Saved entries
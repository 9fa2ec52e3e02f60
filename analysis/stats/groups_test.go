package stats

import (
	"encoding/csv"
	"math"
	"math/big"
	"os"
	"strconv"
	"testing"
)

// grunfeldCSV is the Grunfeld (1958) investment data as shipped with
// statsmodels (statsmodels.api.datasets.grunfeld), read in place from
// Debian's python3-statsmodels; the test skips where it is not installed.
const grunfeldCSV = "/usr/lib/python3/dist-packages/statsmodels/datasets/grunfeld/grunfeld.csv"

// TestCompareGroupLinesGrunfeld: investment against firm value within the
// 11 firms of Grunfeld's data, against statsmodels 0.13.5 (patsy formulas;
// testdata/groupsref.py, run as /usr/bin/python3):
//
//	anova_lm(ols("invest ~ value * C(firm)", d).fit()).loc["value:C(firm)"]
//	anova_lm(ols("invest ~ value", d).fit(), ols("invest ~ value * C(firm)", d).fit())
//	ols("invest ~ value + C(firm)", d).fit().tvalues["value"], .pvalues["value"]
//
// and the correlation of the residuals of invest ~ C(firm) and value ~ C(firm).
func TestCompareGroupLinesGrunfeld(t *testing.T) {
	f, err := os.Open(grunfeldCSV)
	if err != nil {
		t.Skipf("Grunfeld data not installed (%v): apt install python3-statsmodels", err)
	}
	defer f.Close()
	rows, err := csv.NewReader(f).ReadAll()
	if err != nil {
		t.Fatal(err)
	}
	col := map[string]int{}
	for i, h := range rows[0] {
		col[h] = i
	}
	ids := map[string]int{}
	var x, y []float64
	var g []int
	for _, r := range rows[1:] {
		inv, err1 := strconv.ParseFloat(r[col["invest"]], 64)
		val, err2 := strconv.ParseFloat(r[col["value"]], 64)
		if err1 != nil || err2 != nil {
			t.Fatalf("bad row %v", r)
		}
		if _, ok := ids[r[col["firm"]]]; !ok {
			ids[r[col["firm"]]] = len(ids)
		}
		x, y, g = append(x, val), append(y, inv), append(g, ids[r[col["firm"]]])
	}
	c := CompareGroupLines(x, y, g)
	if c.Groups != 11 || c.N != 220 || c.SlopesDF1 != 10 || c.DF2 != 198 || c.LinesDF1 != 20 || c.RWithinDF != 208 {
		t.Fatalf("groups %d n %d df (%d, %d), lines df %d, r df %d; want 11, 220, (10, 198), 20, 208", c.Groups, c.N, c.SlopesDF1, c.DF2, c.LinesDF1, c.RWithinDF)
	}
	tw := c.RWithin * math.Sqrt(208) / math.Sqrt(1-c.RWithin*c.RWithin)
	for _, v := range []struct {
		name      string
		got, want float64
	}{
		{"slopes F", c.SlopesF, 1.8114923892815868},
		{"slopes p", c.SlopesP, 0.060617550182110735},
		{"one-line F", c.LinesF, 9.12735280674847},
		{"one-line p", c.LinesP, 4.725786995892033e-19},
		{"pooled within-firm r", c.RWithin, 0.6088086391917233},
		{"t of the common slope", tw, 11.067910832668334},
		{"its p", c.RWithinP, 1.094966194201203e-22},
	} {
		if math.Abs(v.got-v.want) > 1e-9*math.Abs(v.want) {
			t.Errorf("%s = %.17g, statsmodels %.17g", v.name, v.got, v.want)
		}
	}
}

// TestCompareGroupLinesEdges: parallel lines give a slopes F of 0; groups
// too small are left out; one group leaves nothing to compare.
func TestCompareGroupLinesEdges(t *testing.T) {
	x := []float64{1, 2, 3, 4, 1, 2, 3, 4, 9, 9}
	y := []float64{1, 2, 3, 5, 11, 12, 13, 15, 0, 1}
	g := []int{0, 0, 0, 0, 1, 1, 1, 1, 2, 2}
	c := CompareGroupLines(x, y, g)
	if c.Groups != 2 || c.N != 8 || math.Abs(c.SlopesF) > 1e-12 || !(c.LinesP < 1e-4) {
		t.Errorf("parallel lines 10 apart: %+v; want 2 groups of 8 rows, slopes F 0, one-line p tiny", c)
	}
	if c := CompareGroupLines(x[:4], y[:4], g[:4]); c.Groups != 1 || !math.IsNaN(c.SlopesF) {
		t.Errorf("one group: %+v, want NaN", c)
	}
}

// Far from 0 (x near 10⁹ with a spread of 1, y near 10⁶), the F tests
// agree with the same rows' sums in exact rational arithmetic (math/big,
// the definitions of RSS_sep, RSS_par and RSS_one in CompareGroupLines'
// comment) to 1e-11 relative. Plain sums of 150 values near 10⁹ are off
// by about 10⁻⁵ of a unit, and the single line's residuals about such
// means moved LinesF, a small difference of two RSS, by parts in 10⁸.
func TestCompareGroupLinesFarFromZero(t *testing.T) {
	n := 300
	x, y, g := make([]float64, n), make([]float64, n), make([]int, n)
	for i := range n {
		k := float64(i + 1)
		x[i] = 1e9 + math.Sin(k*0.7071)
		y[i] = 1e6 + 0.5*math.Sin(k*0.7071) + 0.05*math.Sin(k*1.3247+0.5)
		if i+1 == 33 {
			y[i] += 0.4
		}
		g[i] = (i + 1) % 2
	}
	wantSlopes, wantLines := exactGroupF(x, y, g, 2)
	agreeF(t, CompareGroupLines(x, y, g), wantSlopes, wantLines, 1e-11)
}

// agreeF checks both F tests of got against the exact ones to tol
// relative.
func agreeF(t *testing.T, got GroupLines, wantSlopes, wantLines, tol float64) {
	t.Helper()
	for _, c := range []struct {
		name      string
		got, want float64
	}{{"SlopesF", got.SlopesF, wantSlopes}, {"LinesF", got.LinesF, wantLines}} {
		if math.Abs(c.got-c.want) > tol*math.Abs(c.want) {
			t.Errorf("%s = %.17g, exact %.17g (relative %.2g)", c.name, c.got, c.want, math.Abs(c.got-c.want)/math.Abs(c.want))
		}
		t.Logf("%s = %.17g, exact %.17g (relative %.2g)", c.name, c.got, c.want, math.Abs(c.got-c.want)/math.Abs(c.want))
	}
}

// exactGroupF is the slopes F and the one-line F of CompareGroupLines for
// rows in groups 0…levels−1, every group qualifying, in exact rational
// arithmetic (math/big) from the definitions of RSS_sep, RSS_par and
// RSS_one in CompareGroupLines' comment, rounded once at the end.
func exactGroupF(x, y []float64, g []int, levels int) (slopes, lines float64) {
	n := len(x)
	type mom struct{ sxx, syy, sxy *big.Rat }
	moments := func(keep func(i int) bool) mom {
		m := 0
		sx, sy := new(big.Rat), new(big.Rat)
		for i := range n {
			if keep(i) {
				m++
				sx.Add(sx, new(big.Rat).SetFloat64(x[i]))
				sy.Add(sy, new(big.Rat).SetFloat64(y[i]))
			}
		}
		mx, my := new(big.Rat).Quo(sx, big.NewRat(int64(m), 1)), new(big.Rat).Quo(sy, big.NewRat(int64(m), 1))
		out := mom{new(big.Rat), new(big.Rat), new(big.Rat)}
		for i := range n {
			if keep(i) {
				dx := new(big.Rat).Sub(new(big.Rat).SetFloat64(x[i]), mx)
				dy := new(big.Rat).Sub(new(big.Rat).SetFloat64(y[i]), my)
				out.sxx.Add(out.sxx, new(big.Rat).Mul(dx, dx))
				out.syy.Add(out.syy, new(big.Rat).Mul(dy, dy))
				out.sxy.Add(out.sxy, new(big.Rat).Mul(dx, dy))
			}
		}
		return out
	}
	rss := func(m mom) *big.Rat {
		return new(big.Rat).Sub(m.syy, new(big.Rat).Quo(new(big.Rat).Mul(m.sxy, m.sxy), m.sxx))
	}
	rssSep, sxx, syy, sxy := new(big.Rat), new(big.Rat), new(big.Rat), new(big.Rat)
	for level := range levels {
		m := moments(func(i int) bool { return g[i] == level })
		rssSep.Add(rssSep, rss(m))
		sxx.Add(sxx, m.sxx)
		syy.Add(syy, m.syy)
		sxy.Add(sxy, m.sxy)
	}
	rssPar := rss(mom{sxx, syy, sxy})
	rssOne := rss(moments(func(int) bool { return true }))
	df2 := big.NewRat(int64(n-2*levels), 1)
	f := func(num *big.Rat, df1 int) float64 {
		v, _ := new(big.Rat).Quo(new(big.Rat).Quo(num, big.NewRat(int64(df1), 1)), new(big.Rat).Quo(rssSep, df2)).Float64()
		return v
	}
	return f(new(big.Rat).Sub(rssPar, rssSep), levels-1), f(new(big.Rat).Sub(rssOne, rssSep), 2*levels-2)
}

// Many groups whose lines hardly differ (F far below 1): both F tests
// agree with exact rational arithmetic (exactGroupF) to 1e-9 relative.
// Formed as a difference of two residual sums, as CompareGroupLines did
// before, the slopes F was off by 1.1·10⁻⁴ relative here (a 10⁶-row study in
// 1000 groups, checked against a long-double computation of the same
// rows, was off by 4·10⁻⁸).
func TestCompareGroupLinesManyGroups(t *testing.T) {
	const levels = 200
	x, y, g := grouped(levels, 25, func(k, l float64) (float64, float64) {
		x := 20 + math.Sin(k*0.7071) + 0.1*l
		// The same noise in every group but for a part in 10⁴ of its own.
		return x, 3 + 0.5*x + 0.3*math.Sin(k*1.3247+0.5)*(1+1e-4*math.Sin(l*2.1))
	})
	wantSlopes, wantLines := exactGroupF(x, y, g, levels)
	if !(wantSlopes > 0 && wantSlopes < 0.1 && wantLines > 0 && wantLines < 0.1) {
		t.Fatalf("exact F %g and %g: the test wants lines that hardly differ", wantSlopes, wantLines)
	}
	agreeF(t, CompareGroupLines(x, y, g), wantSlopes, wantLines, 1e-9)
}

// Groups whose means lie 10⁷ apart on one line, with lines of slope
// about 0.05 within that span about 2 in x: the single line through them
// all (slope about 1) misses every group's own line, and RSS_one −
// RSS_par ≈ δ²·ΣSxx_g is small against the terms Σ n_g·c_g² and
// 2δ·Σ n_g·c_g·(x̄_g − x̄), each about Σ n_g·(x̄_g − x̄)² ≈ 10¹⁵. Both F
// tests agree with exact rational arithmetic (exactGroupF) to 1e-9
// relative; summed as those three terms, the one-line F was off by
// 2.4·10⁻³ relative (80.793 for 80.990).
func TestCompareGroupLinesSpreadMeans(t *testing.T) {
	const levels = 3
	x, y, g := grouped(levels, 12, func(k, l float64) (float64, float64) {
		c := 1e7 * l
		x := c + math.Sin(k*0.7071)
		return x, c + 0.05*x - 0.05*c + 0.3*math.Sin(k*1.3247+0.5+l)
	})
	wantSlopes, wantLines := exactGroupF(x, y, g, levels)
	agreeF(t, CompareGroupLines(x, y, g), wantSlopes, wantLines, 1e-9)
}

// grouped is levels groups of per rows each, row k = 1…per of group l
// at row(k, l), g the group's number.
func grouped(levels, per int, row func(k, l float64) (float64, float64)) (x, y []float64, g []int) {
	n := levels * per
	x, y, g = make([]float64, n), make([]float64, n), make([]int, n)
	for i := range n {
		x[i], y[i] = row(float64(i%per+1), float64(i/per))
		g[i] = i / per
	}
	return x, y, g
}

[What you have to do]: Can you quote exactly the lines from the one containing "if !(wantSlopes >" through the last line of the records above, and nothing else?

[Exercise result]:
	if !(wantSlopes > 0 && wantSlopes < 0.1 && wantLines > 0 && wantLines < 0.1) {
		t.Fatalf("exact F %g and %g: the test wants lines that hardly differ", wantSlopes, wantLines)
	}
	agreeF(t, CompareGroupLines(x, y, g), wantSlopes, wantLines, 1e-9)
}

// Groups whose means lie 10⁷ apart on one line, with lines of slope
// about 0.05 within that span about 2 in x: the single line through them
// all (slope about 1) misses every group's own line, and RSS_one −
// RSS_par ≈ δ²·ΣSxx_g is small against the terms Σ n_g·c_g² and
// 2δ·Σ n_g·c_g·(x̄_g − x̄), each about Σ n_g·(x̄_g − x̄)² ≈ 10¹⁵. Both F
// tests agree with exact rational arithmetic (exactGroupF) to 1e-9
// relative; summed as those three terms, the one-line F was off by
// 2.4·10⁻³ relative (80.793 for 80.990).
func TestCompareGroupLinesSpreadMeans(t *testing.T) {
	const levels = 3
	x, y, g := grouped(levels, 12, func(k, l float64) (float64, float64) {
		c := 1e7 * l
		x := c + math.Sin(k*0.7071)
		return x, c + 0.05*x - 0.05*c + 0.3*math.Sin(k*1.3247+0.5+l)
	})
	wantSlopes, wantLines := exactGroupF(x, y, g, levels)
	agreeF(t, CompareGroupLines(x, y, g), wantSlopes, wantLines, 1e-9)
}

// grouped is levels groups of per rows each, row k = 1…per of group l
// at row(k, l), g the group's number.
func grouped(levels, per int, row func(k, l float64) (float64, float64)) (x, y []float64, g []int) {
	n := levels * per
	x, y, g = make([]float64, n), make([]float64, n), make([]int, n)
	for i := range n {
		x[i], y[i] = row(float64(i%per+1), float64(i/per))
		g[i] = i / per
	}
	return x, y, g
}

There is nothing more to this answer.